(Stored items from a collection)
=====
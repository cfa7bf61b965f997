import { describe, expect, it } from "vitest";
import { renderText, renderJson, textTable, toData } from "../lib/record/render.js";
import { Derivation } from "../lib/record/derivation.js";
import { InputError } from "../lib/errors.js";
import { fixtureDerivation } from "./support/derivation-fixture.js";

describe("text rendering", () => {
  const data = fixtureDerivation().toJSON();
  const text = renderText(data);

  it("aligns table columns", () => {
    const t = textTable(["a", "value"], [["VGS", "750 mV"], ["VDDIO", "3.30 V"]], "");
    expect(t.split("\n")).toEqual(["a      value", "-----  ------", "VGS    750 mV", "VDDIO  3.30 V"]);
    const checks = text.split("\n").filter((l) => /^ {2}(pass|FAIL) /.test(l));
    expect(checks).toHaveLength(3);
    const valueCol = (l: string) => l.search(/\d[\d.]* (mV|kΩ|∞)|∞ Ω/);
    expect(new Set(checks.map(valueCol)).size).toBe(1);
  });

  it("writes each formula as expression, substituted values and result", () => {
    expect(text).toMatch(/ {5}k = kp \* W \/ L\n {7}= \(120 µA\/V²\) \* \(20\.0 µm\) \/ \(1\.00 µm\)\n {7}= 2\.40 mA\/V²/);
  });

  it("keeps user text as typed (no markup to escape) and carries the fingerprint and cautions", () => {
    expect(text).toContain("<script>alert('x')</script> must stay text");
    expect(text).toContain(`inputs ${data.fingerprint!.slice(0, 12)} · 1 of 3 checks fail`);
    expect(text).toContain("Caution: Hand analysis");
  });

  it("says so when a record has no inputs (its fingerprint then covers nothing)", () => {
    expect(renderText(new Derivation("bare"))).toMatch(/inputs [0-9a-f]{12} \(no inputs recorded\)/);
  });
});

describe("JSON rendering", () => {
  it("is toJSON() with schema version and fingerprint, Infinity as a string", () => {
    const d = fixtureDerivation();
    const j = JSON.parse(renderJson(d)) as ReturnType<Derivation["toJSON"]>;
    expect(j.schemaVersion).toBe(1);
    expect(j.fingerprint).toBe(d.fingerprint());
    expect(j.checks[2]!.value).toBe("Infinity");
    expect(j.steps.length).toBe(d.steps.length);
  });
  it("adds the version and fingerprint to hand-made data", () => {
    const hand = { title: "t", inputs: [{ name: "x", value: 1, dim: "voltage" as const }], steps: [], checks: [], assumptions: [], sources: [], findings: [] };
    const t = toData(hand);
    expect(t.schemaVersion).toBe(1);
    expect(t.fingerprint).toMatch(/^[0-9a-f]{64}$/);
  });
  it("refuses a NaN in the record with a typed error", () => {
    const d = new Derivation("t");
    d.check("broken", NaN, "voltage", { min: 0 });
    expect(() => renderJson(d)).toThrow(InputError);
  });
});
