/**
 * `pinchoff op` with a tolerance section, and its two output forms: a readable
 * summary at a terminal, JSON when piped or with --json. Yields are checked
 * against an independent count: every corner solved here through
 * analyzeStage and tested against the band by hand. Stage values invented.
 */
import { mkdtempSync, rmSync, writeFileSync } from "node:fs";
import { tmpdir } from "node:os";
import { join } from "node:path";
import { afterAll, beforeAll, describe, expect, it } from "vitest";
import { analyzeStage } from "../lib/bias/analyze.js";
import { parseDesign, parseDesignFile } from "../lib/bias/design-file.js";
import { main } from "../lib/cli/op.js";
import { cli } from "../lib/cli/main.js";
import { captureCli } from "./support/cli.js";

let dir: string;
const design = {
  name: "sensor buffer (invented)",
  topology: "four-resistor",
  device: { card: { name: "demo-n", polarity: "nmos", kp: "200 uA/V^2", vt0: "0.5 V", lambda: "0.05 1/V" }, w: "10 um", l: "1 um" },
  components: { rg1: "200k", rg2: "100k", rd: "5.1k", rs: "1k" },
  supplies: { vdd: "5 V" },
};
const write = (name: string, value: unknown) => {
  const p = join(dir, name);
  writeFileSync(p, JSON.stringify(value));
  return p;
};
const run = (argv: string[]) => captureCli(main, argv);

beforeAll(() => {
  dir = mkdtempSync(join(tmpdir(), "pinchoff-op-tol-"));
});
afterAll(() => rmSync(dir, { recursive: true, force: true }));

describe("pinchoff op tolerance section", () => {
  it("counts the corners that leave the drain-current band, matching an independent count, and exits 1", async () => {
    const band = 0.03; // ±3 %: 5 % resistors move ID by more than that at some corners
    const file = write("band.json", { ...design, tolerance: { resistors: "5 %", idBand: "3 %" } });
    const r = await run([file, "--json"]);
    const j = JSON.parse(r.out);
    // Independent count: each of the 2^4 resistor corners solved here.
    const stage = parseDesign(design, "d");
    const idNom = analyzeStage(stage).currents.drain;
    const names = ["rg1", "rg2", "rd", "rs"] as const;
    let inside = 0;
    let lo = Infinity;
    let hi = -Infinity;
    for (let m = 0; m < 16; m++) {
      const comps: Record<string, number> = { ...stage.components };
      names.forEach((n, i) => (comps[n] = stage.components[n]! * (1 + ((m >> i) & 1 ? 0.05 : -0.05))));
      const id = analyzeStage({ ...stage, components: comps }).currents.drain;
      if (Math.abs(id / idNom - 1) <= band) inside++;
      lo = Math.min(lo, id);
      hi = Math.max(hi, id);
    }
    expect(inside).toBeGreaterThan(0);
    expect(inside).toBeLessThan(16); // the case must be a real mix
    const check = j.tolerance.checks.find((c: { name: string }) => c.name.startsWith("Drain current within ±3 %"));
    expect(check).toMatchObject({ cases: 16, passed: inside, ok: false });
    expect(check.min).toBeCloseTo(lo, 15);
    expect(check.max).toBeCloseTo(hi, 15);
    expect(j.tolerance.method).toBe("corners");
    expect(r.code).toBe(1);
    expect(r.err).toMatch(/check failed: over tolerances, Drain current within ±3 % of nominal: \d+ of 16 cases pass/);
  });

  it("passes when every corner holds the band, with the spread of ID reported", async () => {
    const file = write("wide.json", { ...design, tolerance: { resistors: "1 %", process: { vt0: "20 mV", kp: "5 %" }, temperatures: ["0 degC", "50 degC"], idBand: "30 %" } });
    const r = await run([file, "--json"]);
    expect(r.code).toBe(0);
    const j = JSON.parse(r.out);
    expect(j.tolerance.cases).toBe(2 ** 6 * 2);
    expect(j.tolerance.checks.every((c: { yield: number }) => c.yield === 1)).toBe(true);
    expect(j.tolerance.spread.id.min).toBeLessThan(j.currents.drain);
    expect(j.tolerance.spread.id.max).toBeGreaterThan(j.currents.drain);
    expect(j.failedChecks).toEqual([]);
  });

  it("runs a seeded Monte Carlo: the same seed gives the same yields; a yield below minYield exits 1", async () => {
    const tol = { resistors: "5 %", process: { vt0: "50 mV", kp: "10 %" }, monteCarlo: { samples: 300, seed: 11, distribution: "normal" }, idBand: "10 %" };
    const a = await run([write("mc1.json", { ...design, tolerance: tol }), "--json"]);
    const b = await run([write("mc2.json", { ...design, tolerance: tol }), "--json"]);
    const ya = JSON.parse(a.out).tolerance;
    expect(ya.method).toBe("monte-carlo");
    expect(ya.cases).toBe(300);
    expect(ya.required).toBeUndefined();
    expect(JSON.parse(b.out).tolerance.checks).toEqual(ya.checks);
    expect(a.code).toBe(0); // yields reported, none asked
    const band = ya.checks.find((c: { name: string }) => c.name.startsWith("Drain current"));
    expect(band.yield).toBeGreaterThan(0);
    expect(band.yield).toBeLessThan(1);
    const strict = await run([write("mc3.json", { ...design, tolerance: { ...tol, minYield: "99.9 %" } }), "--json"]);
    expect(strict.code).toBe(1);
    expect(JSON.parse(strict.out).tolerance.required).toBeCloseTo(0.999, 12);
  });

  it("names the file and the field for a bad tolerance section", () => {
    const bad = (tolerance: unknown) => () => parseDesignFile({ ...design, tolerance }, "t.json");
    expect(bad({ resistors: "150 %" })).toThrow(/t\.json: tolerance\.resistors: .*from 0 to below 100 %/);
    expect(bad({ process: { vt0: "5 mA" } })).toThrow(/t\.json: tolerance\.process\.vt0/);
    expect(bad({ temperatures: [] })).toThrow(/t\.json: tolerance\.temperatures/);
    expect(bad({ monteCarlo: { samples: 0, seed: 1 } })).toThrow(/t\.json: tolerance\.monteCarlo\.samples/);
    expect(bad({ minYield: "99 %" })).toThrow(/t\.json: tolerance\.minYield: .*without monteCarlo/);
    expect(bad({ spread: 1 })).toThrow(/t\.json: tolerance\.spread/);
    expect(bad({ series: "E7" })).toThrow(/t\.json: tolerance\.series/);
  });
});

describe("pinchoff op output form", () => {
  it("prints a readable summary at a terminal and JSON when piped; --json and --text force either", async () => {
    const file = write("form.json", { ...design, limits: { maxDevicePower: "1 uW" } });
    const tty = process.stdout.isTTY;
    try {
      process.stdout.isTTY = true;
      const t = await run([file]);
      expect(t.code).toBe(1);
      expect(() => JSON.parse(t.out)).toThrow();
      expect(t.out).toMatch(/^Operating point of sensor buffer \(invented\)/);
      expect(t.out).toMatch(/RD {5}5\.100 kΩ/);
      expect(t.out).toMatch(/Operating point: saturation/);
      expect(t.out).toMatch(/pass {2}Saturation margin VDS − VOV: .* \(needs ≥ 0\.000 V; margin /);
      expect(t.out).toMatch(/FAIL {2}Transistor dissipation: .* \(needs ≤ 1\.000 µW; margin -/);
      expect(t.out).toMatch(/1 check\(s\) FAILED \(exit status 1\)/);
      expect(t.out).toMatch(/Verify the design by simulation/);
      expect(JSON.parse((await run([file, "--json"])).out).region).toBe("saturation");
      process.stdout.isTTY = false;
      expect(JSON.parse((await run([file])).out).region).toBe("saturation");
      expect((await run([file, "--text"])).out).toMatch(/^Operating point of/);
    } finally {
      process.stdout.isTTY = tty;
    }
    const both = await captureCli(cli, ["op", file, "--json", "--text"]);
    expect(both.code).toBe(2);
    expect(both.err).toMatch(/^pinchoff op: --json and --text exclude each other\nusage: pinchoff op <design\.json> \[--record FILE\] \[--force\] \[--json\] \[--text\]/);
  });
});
=====
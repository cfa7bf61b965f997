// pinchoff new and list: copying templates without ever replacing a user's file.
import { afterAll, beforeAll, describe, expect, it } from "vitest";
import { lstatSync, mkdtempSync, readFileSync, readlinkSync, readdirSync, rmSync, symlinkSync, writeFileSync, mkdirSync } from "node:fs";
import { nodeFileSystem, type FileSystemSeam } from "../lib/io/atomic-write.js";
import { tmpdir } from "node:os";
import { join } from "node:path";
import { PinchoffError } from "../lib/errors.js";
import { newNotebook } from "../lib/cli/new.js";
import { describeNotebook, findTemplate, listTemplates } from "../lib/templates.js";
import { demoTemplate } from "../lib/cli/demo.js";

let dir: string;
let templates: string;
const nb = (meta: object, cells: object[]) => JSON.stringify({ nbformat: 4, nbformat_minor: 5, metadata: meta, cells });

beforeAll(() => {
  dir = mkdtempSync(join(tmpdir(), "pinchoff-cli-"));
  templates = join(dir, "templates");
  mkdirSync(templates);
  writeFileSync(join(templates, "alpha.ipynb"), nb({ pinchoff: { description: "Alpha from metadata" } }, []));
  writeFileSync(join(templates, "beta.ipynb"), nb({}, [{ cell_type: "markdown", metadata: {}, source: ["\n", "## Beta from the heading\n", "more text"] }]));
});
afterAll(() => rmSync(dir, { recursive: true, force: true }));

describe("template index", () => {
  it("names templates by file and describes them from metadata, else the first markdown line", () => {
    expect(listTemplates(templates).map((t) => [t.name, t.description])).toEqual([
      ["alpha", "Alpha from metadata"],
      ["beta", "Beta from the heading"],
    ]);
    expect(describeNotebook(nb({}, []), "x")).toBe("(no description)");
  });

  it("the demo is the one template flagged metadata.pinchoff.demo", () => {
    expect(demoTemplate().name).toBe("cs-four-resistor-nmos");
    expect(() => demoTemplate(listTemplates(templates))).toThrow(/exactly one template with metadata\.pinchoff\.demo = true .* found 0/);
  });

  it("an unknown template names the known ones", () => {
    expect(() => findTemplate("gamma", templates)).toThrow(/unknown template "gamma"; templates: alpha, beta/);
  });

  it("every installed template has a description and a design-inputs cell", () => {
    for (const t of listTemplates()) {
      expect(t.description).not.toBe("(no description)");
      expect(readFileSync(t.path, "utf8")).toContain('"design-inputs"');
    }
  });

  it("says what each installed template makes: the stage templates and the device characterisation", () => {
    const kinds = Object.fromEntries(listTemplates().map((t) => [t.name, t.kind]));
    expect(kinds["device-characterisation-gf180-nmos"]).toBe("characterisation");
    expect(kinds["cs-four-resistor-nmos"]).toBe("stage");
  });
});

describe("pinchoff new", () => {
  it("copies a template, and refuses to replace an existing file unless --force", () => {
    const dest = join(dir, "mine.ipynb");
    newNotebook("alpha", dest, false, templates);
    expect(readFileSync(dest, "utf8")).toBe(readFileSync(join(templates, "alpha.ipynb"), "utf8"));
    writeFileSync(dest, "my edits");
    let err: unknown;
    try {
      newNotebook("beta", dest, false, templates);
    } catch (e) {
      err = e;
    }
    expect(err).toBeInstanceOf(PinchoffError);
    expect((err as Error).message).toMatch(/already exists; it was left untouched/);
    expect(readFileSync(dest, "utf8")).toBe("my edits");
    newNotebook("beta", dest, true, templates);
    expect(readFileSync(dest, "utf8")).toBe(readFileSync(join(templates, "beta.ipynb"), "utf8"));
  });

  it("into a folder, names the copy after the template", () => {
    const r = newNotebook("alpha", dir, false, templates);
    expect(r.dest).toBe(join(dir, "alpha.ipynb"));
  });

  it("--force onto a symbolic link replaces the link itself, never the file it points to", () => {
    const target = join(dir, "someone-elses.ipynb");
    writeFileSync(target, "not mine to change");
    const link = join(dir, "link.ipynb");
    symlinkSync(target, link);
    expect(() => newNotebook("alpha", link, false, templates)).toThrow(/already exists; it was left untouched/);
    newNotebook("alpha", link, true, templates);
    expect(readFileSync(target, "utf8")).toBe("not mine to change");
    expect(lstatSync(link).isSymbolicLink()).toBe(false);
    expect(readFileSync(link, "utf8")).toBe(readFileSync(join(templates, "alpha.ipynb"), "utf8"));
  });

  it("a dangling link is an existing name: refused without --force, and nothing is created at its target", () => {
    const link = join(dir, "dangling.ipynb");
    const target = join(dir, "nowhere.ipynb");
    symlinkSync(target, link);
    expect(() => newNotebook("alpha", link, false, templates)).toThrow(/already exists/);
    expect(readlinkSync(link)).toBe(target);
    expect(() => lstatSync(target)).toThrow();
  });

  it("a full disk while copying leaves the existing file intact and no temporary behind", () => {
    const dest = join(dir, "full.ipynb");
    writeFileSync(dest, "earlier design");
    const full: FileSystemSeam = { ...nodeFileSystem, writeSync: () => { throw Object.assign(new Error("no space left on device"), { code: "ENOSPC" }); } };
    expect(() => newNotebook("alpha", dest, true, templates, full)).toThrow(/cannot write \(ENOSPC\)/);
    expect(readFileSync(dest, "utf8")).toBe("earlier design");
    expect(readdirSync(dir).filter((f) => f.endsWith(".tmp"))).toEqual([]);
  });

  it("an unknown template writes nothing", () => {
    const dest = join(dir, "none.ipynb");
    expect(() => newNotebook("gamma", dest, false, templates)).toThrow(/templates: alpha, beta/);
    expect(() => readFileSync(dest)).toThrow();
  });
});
=====
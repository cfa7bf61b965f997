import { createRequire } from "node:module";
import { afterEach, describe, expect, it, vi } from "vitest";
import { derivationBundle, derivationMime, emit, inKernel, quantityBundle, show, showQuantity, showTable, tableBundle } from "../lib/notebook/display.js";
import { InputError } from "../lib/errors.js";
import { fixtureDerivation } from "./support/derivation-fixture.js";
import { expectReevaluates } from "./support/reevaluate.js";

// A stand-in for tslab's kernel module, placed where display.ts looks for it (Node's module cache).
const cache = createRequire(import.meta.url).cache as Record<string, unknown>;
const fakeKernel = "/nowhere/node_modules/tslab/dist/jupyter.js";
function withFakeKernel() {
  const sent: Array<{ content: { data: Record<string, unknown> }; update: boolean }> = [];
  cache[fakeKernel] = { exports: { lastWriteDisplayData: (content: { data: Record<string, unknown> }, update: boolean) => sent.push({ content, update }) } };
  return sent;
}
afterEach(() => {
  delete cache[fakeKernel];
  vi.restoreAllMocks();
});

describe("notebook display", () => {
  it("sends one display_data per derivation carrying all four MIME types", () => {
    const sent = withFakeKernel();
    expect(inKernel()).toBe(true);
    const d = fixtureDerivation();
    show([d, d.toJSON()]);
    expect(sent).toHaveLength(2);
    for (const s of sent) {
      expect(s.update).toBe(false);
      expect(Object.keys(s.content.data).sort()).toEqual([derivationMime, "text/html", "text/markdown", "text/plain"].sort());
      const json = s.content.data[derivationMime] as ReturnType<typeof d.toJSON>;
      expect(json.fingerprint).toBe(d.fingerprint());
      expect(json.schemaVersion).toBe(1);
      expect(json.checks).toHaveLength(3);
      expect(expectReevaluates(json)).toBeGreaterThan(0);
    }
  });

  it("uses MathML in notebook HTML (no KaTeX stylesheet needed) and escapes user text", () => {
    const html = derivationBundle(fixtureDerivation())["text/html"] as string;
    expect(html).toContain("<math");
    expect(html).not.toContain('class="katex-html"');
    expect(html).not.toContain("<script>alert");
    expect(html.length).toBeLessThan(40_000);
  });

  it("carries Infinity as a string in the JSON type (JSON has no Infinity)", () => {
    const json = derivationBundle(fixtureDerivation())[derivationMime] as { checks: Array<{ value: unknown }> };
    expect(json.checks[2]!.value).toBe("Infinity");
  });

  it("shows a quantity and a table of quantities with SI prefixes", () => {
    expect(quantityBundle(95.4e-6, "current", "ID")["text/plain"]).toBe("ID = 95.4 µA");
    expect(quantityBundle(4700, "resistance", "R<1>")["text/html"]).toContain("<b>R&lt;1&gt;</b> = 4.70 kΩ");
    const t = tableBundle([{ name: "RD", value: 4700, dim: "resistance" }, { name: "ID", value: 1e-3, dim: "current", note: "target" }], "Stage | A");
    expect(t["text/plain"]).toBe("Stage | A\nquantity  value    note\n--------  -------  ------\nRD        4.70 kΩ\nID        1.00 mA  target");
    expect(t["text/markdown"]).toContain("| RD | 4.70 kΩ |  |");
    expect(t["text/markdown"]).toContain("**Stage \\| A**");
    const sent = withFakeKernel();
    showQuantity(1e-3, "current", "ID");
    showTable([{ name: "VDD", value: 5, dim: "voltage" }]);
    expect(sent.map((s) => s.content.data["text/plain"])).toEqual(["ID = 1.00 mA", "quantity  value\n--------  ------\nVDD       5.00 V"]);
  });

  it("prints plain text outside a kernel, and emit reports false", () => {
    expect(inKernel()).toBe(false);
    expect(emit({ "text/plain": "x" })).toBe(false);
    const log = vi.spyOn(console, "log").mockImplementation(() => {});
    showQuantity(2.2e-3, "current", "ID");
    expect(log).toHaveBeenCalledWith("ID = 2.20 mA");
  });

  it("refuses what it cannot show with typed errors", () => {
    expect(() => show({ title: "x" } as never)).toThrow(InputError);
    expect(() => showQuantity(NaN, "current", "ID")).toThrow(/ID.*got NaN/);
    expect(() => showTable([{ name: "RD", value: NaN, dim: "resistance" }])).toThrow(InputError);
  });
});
=====
Your task
Go line by line through the records above and copy each one containing "must".

Response to the task
    expect(text).toContain("<script>alert('x')</script> must stay text");
    expect(inside).toBeLessThan(16); // the case must be a real mix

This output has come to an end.